#[test]
fn defaults_fill_every_key() {
    let s = spec_of("[task]\nkind = \"tiger\"\n");
    assert_eq!(s.name, "t");
    assert_eq!(s.task.int("horizon"), Some(10));
    assert_eq!(s.task.float("listen_accuracy"), Some(0.85));
    assert_eq!(s.task.bool("end_on_open"), Some(false));
    assert_eq!(s.replay.sequence, 40);
    assert_eq!(s.replay.overlap, 20);
    assert_eq!(s.replay.burn_in, 10);
    assert_eq!(s.replay.capacity, 100_000);
    assert_eq!(s.learn.n_step, 5);
    assert_eq!(s.learn.discount, 0.99);
    assert_eq!(s.learn.rate, Schedule::Constant(1e-3));
    assert_eq!(s.learn.warmup, 5_000);
    assert_eq!(s.acting.lanes, 8);
    assert_eq!(s.acting.epsilon_base, 0.4);
    assert_eq!(s.run.budget, Budget::Steps(200_000));
    assert_eq!(s.run.out, "runs");
    assert_eq!(s.run.stop, None);
    assert_eq!(
        s.agent.torso,
        Torso::Mlp {
            layers: vec![64],
            activation: Activation::Relu
        }
    );
    assert_eq!(s.agent.memory, Memory::Lstm { size: 128 });
    assert_eq!(s.agent.head, Head::Value);
}

#[test]
fn values_in_every_form() {
    let s = spec_of(
        r#"
name = "forms"
[task]
kind = "process"
command = ["python3", "my_task.py"]
settings = { depth = 3, label = "x", nested = { a = [1, 2] } }
[agent]
torso = { kind = "mlp", layers = [], activation = "tanh" }
memory = "none"
head = { kind = "quantile", quantiles = 8 }
[replay]
capacity = "1.5M"
[learn]
rate = "points(0:1e-3, 100k:1e-4)"
[run]
budget = "1h30m"
stop = { return = 450 }
"#,
    );
    assert_eq!(
        s.task.strings("command"),
        Some(vec!["python3".to_string(), "my_task.py".to_string()])
    );
    assert_eq!(s.task.float("timeout"), Some(5.0));
    assert!(matches!(s.task.settings.get("settings"), Some(Value::Table(t)) if t.len() == 3));
    assert_eq!(s.agent.memory, Memory::None);
    assert_eq!(
        s.agent.head,
        Head::Quantile {
            quantiles: 8,
            kappa: 1.0
        }
    );
    assert_eq!(s.replay.capacity, 1_500_000);
    assert_eq!(
        s.learn.rate,
        Schedule::Points(vec![(0, 1e-3), (100_000, 1e-4)])
    );
    assert_eq!(s.run.budget, Budget::Seconds(5400.0));
    assert_eq!(s.run.stop, Some(StopWhen::Return(450.0)));
}

#[test]
fn set_overrides_are_typed_and_recorded() {
    let sets: Vec<String> = [
        "replay.burn_in=20",
        "learn.rate=ramp(1e-3, 1e-4, 1M)",
        "agent.memory={kind=\"none\"}",
        "replay.capacity=200k",
        "task.length=4",
    ]
    .iter()
    .map(|s| s.to_string())
    .collect();
    let r = load(&fixture("preset.toml"), &sets).unwrap();
    assert_eq!(r.spec.replay.burn_in, 20);
    assert_eq!(
        r.spec.learn.rate,
        Schedule::Ramp {
            from: 1e-3,
            to: 1e-4,
            over: 1_000_000
        }
    );
    assert_eq!(r.spec.agent.memory, Memory::None);
    assert_eq!(r.spec.replay.capacity, 200_000);
    // The automatic time limit follows the overridden length: 3 * (4 + 2).
    assert_eq!(r.spec.task.int("time_limit"), Some(18));
    assert_eq!(
        r.origins["replay.burn_in"],
        Origin::Set("replay.burn_in=20".into())
    );
    // Values from an extended file are marked as preset values, with their line.
    let r = load(&fixture("child.toml"), &[]).unwrap();
    assert_eq!(
        r.origins["learn.discount"],
        Origin::Preset {
            path: fixture("preset.toml"),
            line: 16
        }
    );
    assert_eq!(
        r.origins["task.length"],
        Origin::File {
            path: fixture("child.toml"),
            line: 6
        }
    );
    assert_eq!(r.origins["learn.adam_epsilon"], Origin::Default);
    assert_eq!(r.spec.learn.discount, 0.97);
    assert_eq!(r.spec.task.int("length"), Some(6));
    assert_eq!(r.spec.task.int("time_limit"), Some(24));
    // Changing a part's kind drops the old kind's settings; the task too.
    let r = load(
        &fixture("child.toml"),
        &["agent.memory.kind=lstm".into(), "task.kind=recall".into()],
    )
    .unwrap();
    assert_eq!(r.spec.agent.memory, Memory::Lstm { size: 128 });
    assert_eq!(r.spec.task.kind, "recall");
    assert_eq!(r.spec.task.int("symbols"), Some(4));
    // A deep set merges into a part of the same kind.
    let r = load(&fixture("preset.toml"), &["agent.memory.size=256".into()]).unwrap();
    assert_eq!(r.spec.agent.memory, Memory::Lstm { size: 256 });
}

#[test]
fn explain_shows_origins_and_docs() {
    let p = fixture("child.toml");
    let r = load(&p, &["replay.burn_in=12".into()]).unwrap();
    let text = explain(&r);
    let line = |key: &str| -> String {
        text.lines()
            .find(|l| l.starts_with(&format!("{key} =")))
            .unwrap_or_else(|| panic!("no {key} in\n{text}"))
            .to_string()
    };
    // From the file itself, from the extended file, from --set, from defaults.
    assert!(
        line("name").contains(&format!("[{}:2]", p.display())),
        "{}",
        line("name")
    );
    let preset = fixture("preset.toml");
    assert!(
        line("discount").contains(&format!("[preset {}:16]", preset.display())),
        "{}",
        line("discount")
    );
    assert!(line("burn_in").contains("[--set replay.burn_in=12]"));
    assert!(line("adam_epsilon").contains("[default]"));
    assert!(line("burn_in").contains("only warm the recurrent state"));
    // And it reads back to the same spec.
    assert_eq!(spec_of(&text), r.spec);
}

#[test]
fn round_trip_through_to_toml_and_explain() {
    for p in shipped() {
        let r = load(&p, &[]).unwrap();
        let back = load_str(&to_toml(&r.spec), "stored.toml", &[])
            .unwrap_or_else(|e| panic!("{}:\n{e}\n{}", p.display(), to_toml(&r.spec)));
        assert_eq!(back.spec, r.spec, "{}", p.display());
        assert_eq!(spec_of(&explain(&r)), r.spec, "{}", p.display());
        // Every expanded variant round-trips too.
        for (label, s) in expand(&r).unwrap() {
            assert_eq!(spec_of(&to_toml(&s)), s, "{} {label}", p.display());
        }
    }
    let s = spec_of(
        r#"
[task]
kind = "fog-grid"
[agent]
torso = { kind = "conv", channels = [8, 16, 16], kernels = [3, 3, 1], strides = [1, 2, 1], out = 64 }
head = { kind = "quantile", quantiles = 5, kappa = 0.5 }
previous_action_reward = false
[learn]
rate = "ramp(0.003, 1e-5, 77)"
loss = "huber"
discount = 1
[replay]
start_state = "zero"
[run]
budget = "90s"
eval = { every = 0 }
"#,
    );
    assert_eq!(spec_of(&to_toml(&s)), s);
}
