using System.Globalization;
using System.Numerics;

namespace CableFault.FrequencyDomain;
+++++
AIM OF THE TASK: Check each line of the records for the word "path", and show the lines that contain it.

RESPONSE:
            path: fixture("preset.toml"),
            path: fixture("child.toml"),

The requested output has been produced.